Collected data
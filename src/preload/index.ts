/**
 * The one API the renderer sees, exposed through contextBridge as `window.setpointCritic`. Every
 * method is a thin `ipcRenderer.invoke` on the channel declared in src/shared/ipcChannels.ts; the
 * main process validates the arguments and checks the sender. Uint8Array travels over IPC as is
 * (structured clone). A failed call rejects with an Error whose message names the file and what
 * went wrong — never a stack trace.
 *
 * Built as one CommonJS file (sandboxed preloads cannot load ES modules or node_modules), so it
 * imports only the channel names — no zod, no Node.
 */
import { contextBridge, ipcRenderer, type IpcRendererEvent } from 'electron';
import type { AppApi, MenuCommand, MenuCommandDetail } from '../shared/appApi';
import { DOCUMENT_STATE_CHANNEL, MENU_COMMAND_CHANNEL, invokeChannel, type ApiReply, type InvokeMethod } from '../shared/ipcChannels';

async function call<T>(method: InvokeMethod, ...args: unknown[]): Promise<T> {
  const reply = (await ipcRenderer.invoke(invokeChannel(method), ...args)) as ApiReply<T>;
  if (!reply.ok) throw new Error(reply.message);
  return reply.value;
}

const api: AppApi = {
  host: 'electron',
  openProjectDialog: () => call('openProjectDialog'),
  openRecentProject: (path) => call('openRecentProject', path),
  recentProjects: () => call('recentProjects'),
  chooseDataFile: (projectPath) => call('chooseDataFile', projectPath),
  readProjectData: (projectPath, relativePath) => call('readProjectData', projectPath, relativePath),
  relocateDataFile: (projectPath) => call('relocateDataFile', projectPath),
  saveProject: (text, path, suggestedName) => call('saveProject', text, path, suggestedName),
  saveProjectAs: (text, suggestedName) => call('saveProjectAs', text, suggestedName),
  writeRecovery: (text, projectPath) => call('writeRecovery', text, projectPath),
  pendingRecovery: () => call('pendingRecovery'),
  discardRecovery: () => call('discardRecovery'),
  exportFile: (kind, suggestedName, bytes) => call('exportFile', kind, suggestedName, bytes),
  saveReportPdf: (html, suggestedName) => call('saveReportPdf', html, suggestedName),
  printReport: (html) => call('printReport', html),
  setDocumentState: (state) => ipcRenderer.send(DOCUMENT_STATE_CHANNEL, { name: state.name, dirty: state.dirty }),
  onMenuCommand(listener) {
    // Wrap so the renderer never receives the IpcRendererEvent (it exposes ipcRenderer itself).
    const handler = (_event: IpcRendererEvent, command: MenuCommand, detail?: MenuCommandDetail) => listener(command, detail);
    ipcRenderer.on(MENU_COMMAND_CHANNEL, handler);
    return () => {
      ipcRenderer.removeListener(MENU_COMMAND_CHANNEL, handler);
    };
  },
};

contextBridge.exposeInMainWorld('setpointCritic', api);
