/**
 * The measured tables behind the evidence checks, printed (never asserted): run with
 *   npx tsx test/core/evidenceSweep.ts [linear] [pendulum] [classes]
 * Long (minutes); run under `nice -n 10`. The fast subsets that CI asserts are the *.test.ts files.
 */
import { indexEpisodes } from '../../src/core/bootstrap/episodeTransitions';
import { functionClassVerdict } from '../../src/core/diagnostics/functionClassRange';
import { createFeatureMap, type FeatureMapSpec } from '../../src/core/features/featureMap';
import { polynomialFeatureSpec } from '../../src/core/features/polynomialFeatures';
import { radialBasisGridSpec } from '../../src/core/features/radialBasisFeatures';
import { fitStateActionStandardiser } from '../../src/core/features/standardiser';
import { fittedBehaviourPolicy } from '../../src/core/offPolicy/behaviourPolicy';
import { crossCheckVerdict, type CrossCheckEvidence } from '../../src/core/offPolicy/crossCheckVerdict';
import { polynomialModelRegressions } from '../../src/core/offPolicy/polynomialDynamicsModel';
import { createGaussianPolicy, type GaussianPolicy } from '../../src/core/policy';
import type { TransitionSet } from '../../src/core/transitions';
import { exactPolicyValue, simulateLog } from './linearGaussianPlant';
import { fqeEstimate, paired, percentileInterval, runCrossChecks, standardDeviation, type CrossCheckRun, type Estimate } from './offPolicy/crossCheckHarness';
import { PENDULUM, pendulumLog, pendulumLogging, pendulumRolloutValue, type PendulumController } from './saturatingPendulum';
import { candidateFamily, cascadeLogging, cascadePlant, startLaws } from './testPlants';

interface Row { name: string; truth: number; truthSe: number; run: CrossCheckRun }

const fmt = (v: number) => (Math.abs(v) >= 10 ? v.toFixed(2) : v.toFixed(3)).padStart(8);
const withSe = (point: number, replicates: number[]) => `${fmt(point)} ± ${standardDeviation(replicates).toPrecision(2).padEnd(6)}`;
const short: Record<string, string> = { agrees: 'agrees', disagrees: 'DISAGREES', uninformative: 'uninf.' };

/** The rule's verdict (crossCheckVerdict.ts) on a check's paired difference from FQE. */
function verdictOf(label: string, check: Estimate, fqe: Estimate, extra: Partial<CrossCheckEvidence>): string {
  const d = paired(check, fqe);
  const v = crossCheckVerdict({ label, difference: d.point, differenceStandardError: standardDeviation(d.replicates), fqe: fqe.point, ...extra });
  return short[v.agreement];
}

function print(title: string, rows: Row[], discount: number): void {
  console.log(`\n${title}`);
  console.log('candidate                  truth            FQE (err)                IS+tail          DR+tail          ESS@H/300  IS      DR      model rollouts         outside  model   |FQE−truth|/SE');
  for (const { name, truth, truthSe, run } of rows) {
    const m = run.model, tailWeight = discount ** 100;
    const weights = { effectiveEpisodes: run.effectiveEpisodes, episodesReaching: run.episodesAtHorizon, horizonSteps: run.horizonSteps, tailWeight };
    const err = `(${(100 * (run.fqe.point / truth - 1)).toFixed(1)} %)`.padEnd(9);
    const model = m ? `${withSe(m.point, m.replicates)} ${(100 * m.shareOutsideLogs).toFixed(1).padStart(5)} %  ${verdictOf('model', m, run.fqe, { shareOutsideLogs: m.shareOutsideLogs, rewardShareAtEdge: m.rewardShareAtEdge }).padEnd(7)}` : '';
    console.log(`${name.padEnd(24)} ${fmt(truth)}${truthSe ? `±${truthSe.toPrecision(1)}` : '       '} ${withSe(run.fqe.point, run.fqe.replicates)}${err} ${withSe(run.importanceSampling.point, run.importanceSampling.replicates)} ` +
      `${withSe(run.doublyRobust.point, run.doublyRobust.replicates)} ${run.effectiveEpisodes.toFixed(1).padStart(6)}    ${verdictOf('IS', run.importanceSampling, run.fqe, { weights }).padEnd(7)} ` +
      `${verdictOf('DR', run.doublyRobust, run.fqe, { weights }).padEnd(7)} ${model} ${(Math.abs(run.fqe.point - truth) / standardDeviation(run.fqe.replicates)).toFixed(1).padStart(5)}`);
  }
}

function linearCrossChecks(discount: number): void {
  const data = simulateLog(cascadePlant, cascadeLogging, { episodes: 300, steps: 100, seed: 5, start: startLaws(cascadePlant, cascadeLogging)[1][1] });
  const behaviour = fittedBehaviourPolicy(data).policy;
  const features = createFeatureMap(polynomialFeatureSpec(fitStateActionStandardiser(data).spec, 2));
  const regressions = polynomialModelRegressions(data, indexEpisodes(data), { degree: 2, rewardDegree: 2 });
  const rows = candidateFamily(cascadeLogging).map(([name, c]): Row => ({
    name, truth: exactPolicyValue(cascadePlant, c, discount, data.startStates), truthSe: 0,
    run: runCrossChecks({ data, policy: createGaussianPolicy({ offset: c.offset, gain: [c.gain], std: c.std }, 3), behaviour, features, discount, resamples: 100, seed: 13, model: { regressions, resamples: 30, rolloutsPerStart: 2 } }),
  }));
  print(`Linear cascade plant, 300 runs × 100 steps, γ ${discount} (exact truth; FQE polynomial degree 2; model: degree-2 one-step model)`, rows, discount);
}

const pendulumCandidates: [string, PendulumController][] = [
  ['logged', pendulumLogging],
  ['stiffer (14, 4)', { offset: 0, gainAngle: 14, gainRate: 4, std: 0.3 }],
  ['softer (6, 2)', { offset: 0, gainAngle: 6, gainRate: 2, std: 0.4 }],
  ['pushed (offset 0.4)', { offset: 0.4, gainAngle: 8, gainRate: 3, std: 0.4 }],
];

function pendulumPolicy(c: PendulumController): GaussianPolicy {
  return createGaussianPolicy({ offset: [c.offset], gain: [[-c.gainAngle, -c.gainRate]], std: [c.std], bounds: { lo: [-PENDULUM.torqueLimit], hi: [PENDULUM.torqueLimit], mode: 'clip' } }, 2);
}

function pendulumCrossChecks(discount: number, data: TransitionSet): void {
  const behaviour = fittedBehaviourPolicy(data).policy;
  const features = createFeatureMap(polynomialFeatureSpec(fitStateActionStandardiser(data).spec, 3));
  const regressions = polynomialModelRegressions(data, indexEpisodes(data), { degree: 3, rewardDegree: 2 });
  const rows = pendulumCandidates.map(([name, c]): Row => {
    const truth = pendulumRolloutValue(c, discount, data.startStates, 10, 991);
    return {
      name, truth: truth.value, truthSe: truth.standardError,
      run: runCrossChecks({ data, policy: pendulumPolicy(c), behaviour, features, discount, resamples: 100, seed: 13, model: { regressions, resamples: 30, rolloutsPerStart: 2 } }),
    };
  });
  print(`Saturating pendulum, ${data.episodeCount} runs × 100 steps, γ ${discount} (rollout truth; FQE polynomial degree 3; model: degree-3 one-step model)`, rows, discount);
}

function pendulumClasses(discount: number, data: TransitionSet): void {
  const standardiser = fitStateActionStandardiser(data).spec;
  const classes: [string, FeatureMapSpec][] = [
    ['polynomial 2', polynomialFeatureSpec(standardiser, 2)], ['polynomial 3', polynomialFeatureSpec(standardiser, 3)],
    ['polynomial 4', polynomialFeatureSpec(standardiser, 4)], ['radial basis 4³', radialBasisGridSpec(standardiser, { pointsPerDimension: 4, linearTerms: true })],
  ];
  console.log(`\nFunction classes on the saturating pendulum, ${data.episodeCount} runs, γ ${discount}: estimate (relative error), 90 % interval, and the rule's verdict`);
  for (const [name, c] of pendulumCandidates) {
    const truth = pendulumRolloutValue(c, discount, data.startStates, 10, 991);
    const estimates = classes.map(([label, spec]) => {
      const { estimate } = fqeEstimate(data, pendulumPolicy(c), createFeatureMap(spec), discount, 60, 23);
      return { label, value: estimate.point, standardError: standardDeviation(estimate.replicates), interval: percentileInterval(estimate.replicates, 0.9), replicates: estimate.replicates };
    });
    const v = functionClassVerdict(estimates);
    const covers = v.range[0] <= truth.value && truth.value <= v.range[1];
    console.log(`${name}: truth ${truth.value.toFixed(4)} ± ${truth.standardError.toFixed(4)}; ` +
      estimates.map((e) => `${e.label} ${e.value.toFixed(4)} (${(100 * (e.value / truth.value - 1)).toFixed(1)} %) [${e.interval[0].toFixed(3)}, ${e.interval[1].toFixed(3)}]`).join('; ') +
      `\n   → range [${v.range[0].toFixed(4)}, ${v.range[1].toFixed(4)}] ${covers ? 'covers' : 'MISSES'} the truth; ${v.reason}`);
  }
}

const parts = process.argv.slice(2);
const want = (p: string) => parts.length === 0 || parts.includes(p);
if (want('linear')) for (const discount of [0.97, 0.99]) linearCrossChecks(discount);
if (want('pendulum')) {
  const data = pendulumLog(pendulumLogging, 300, 100, 3);
  for (const discount of [0.97, 0.99]) pendulumCrossChecks(discount, data);
}
if (want('classes')) {
  const data = pendulumLog(pendulumLogging, 600, 100, 3);
  for (const discount of [0.97, 0.99]) pendulumClasses(discount, data);
}
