/**
 * The engine's Gaussian policy as a plain object (typed arrays and numbers only, so it crosses a
 * worker boundary by structured clone):
 *   ã ~ N(μ(s), Σ),  μ(s) = offset + G·s + Σ_k S_k(s)   (S_k: piecewise-linear schedule terms)
 *   a = ã limited to [L(s), U(s)] by clipping or truncation,
 * where the limits are the actuator's position limits, narrowed by a rate limit around the
 * previous action when there is one (actionLimits.ts). Without schedules the mean is affine and
 * `offset`/`gain` say everything about it; code that needs an affine mean checks
 * `notAffineReason` (policy.ts) and reports "not applicable" otherwise.
 *
 * Shapes: state s ∈ R^ds, action a ∈ R^m, gain G: m×ds row-major.
 */
export type BoundMode = 'clip' | 'truncate';

export interface ActuatorBounds {
  readonly lo: Float64Array; // m; -Infinity allowed
  readonly hi: Float64Array; // m; +Infinity allowed
  readonly mode: BoundMode;
}

/**
 * A piecewise-linear term of one action's mean in one state (a reset schedule): the values at
 * strictly increasing breakpoints, joined by straight lines, constant beyond the first and last.
 */
export interface MeanSchedule {
  readonly action: number; // index of the action it adds to, 0 ≤ action < m
  readonly state: number; // index of the state it reads, 0 ≤ state < ds
  readonly breakpoints: Float64Array; // k ≥ 1, strictly increasing, in the state’s units
  readonly values: Float64Array; // k, in the action’s units
}

/**
 * |a_j − a_prev,j| ≤ maxStep_j per step, applied as a clip to [a_prev − r, a_prev + r] before the
 * position limits; a_prev,j is the state at index previousActionState[j] (a derived state: the
 * previous value of the action column).
 */
export interface RateLimit {
  readonly previousActionState: Int32Array; // m; −1 where action j has no rate limit
  readonly maxStep: Float64Array; // m; +Infinity where action j has no rate limit
}

export interface GaussianPolicy {
  readonly stateDim: number;
  readonly actionDim: number;
  /** Affine part of the mean: offset (m) and gain G (m×ds row-major). */
  readonly offset: Float64Array;
  readonly gain: Float64Array;
  /** Lower Cholesky factor of the action covariance (m×m); diagonal = std for independent actions. */
  readonly covarianceFactor: Float64Array;
  /** True when the covariance is diagonal (required with limits). */
  readonly independent: boolean;
  readonly bounds?: ActuatorBounds;
  /** Piecewise-linear terms added to the mean; absent or empty for an affine mean. */
  readonly schedules?: readonly MeanSchedule[];
  readonly rateLimit?: RateLimit;
}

Your goal: Go through the records above and return each line in which the word "strictly" occurs.

Worked solution:
 * strictly increasing breakpoints, joined by straight lines, constant beyond the first and last.
  readonly breakpoints: Float64Array; // k ≥ 1, strictly increasing, in the state’s units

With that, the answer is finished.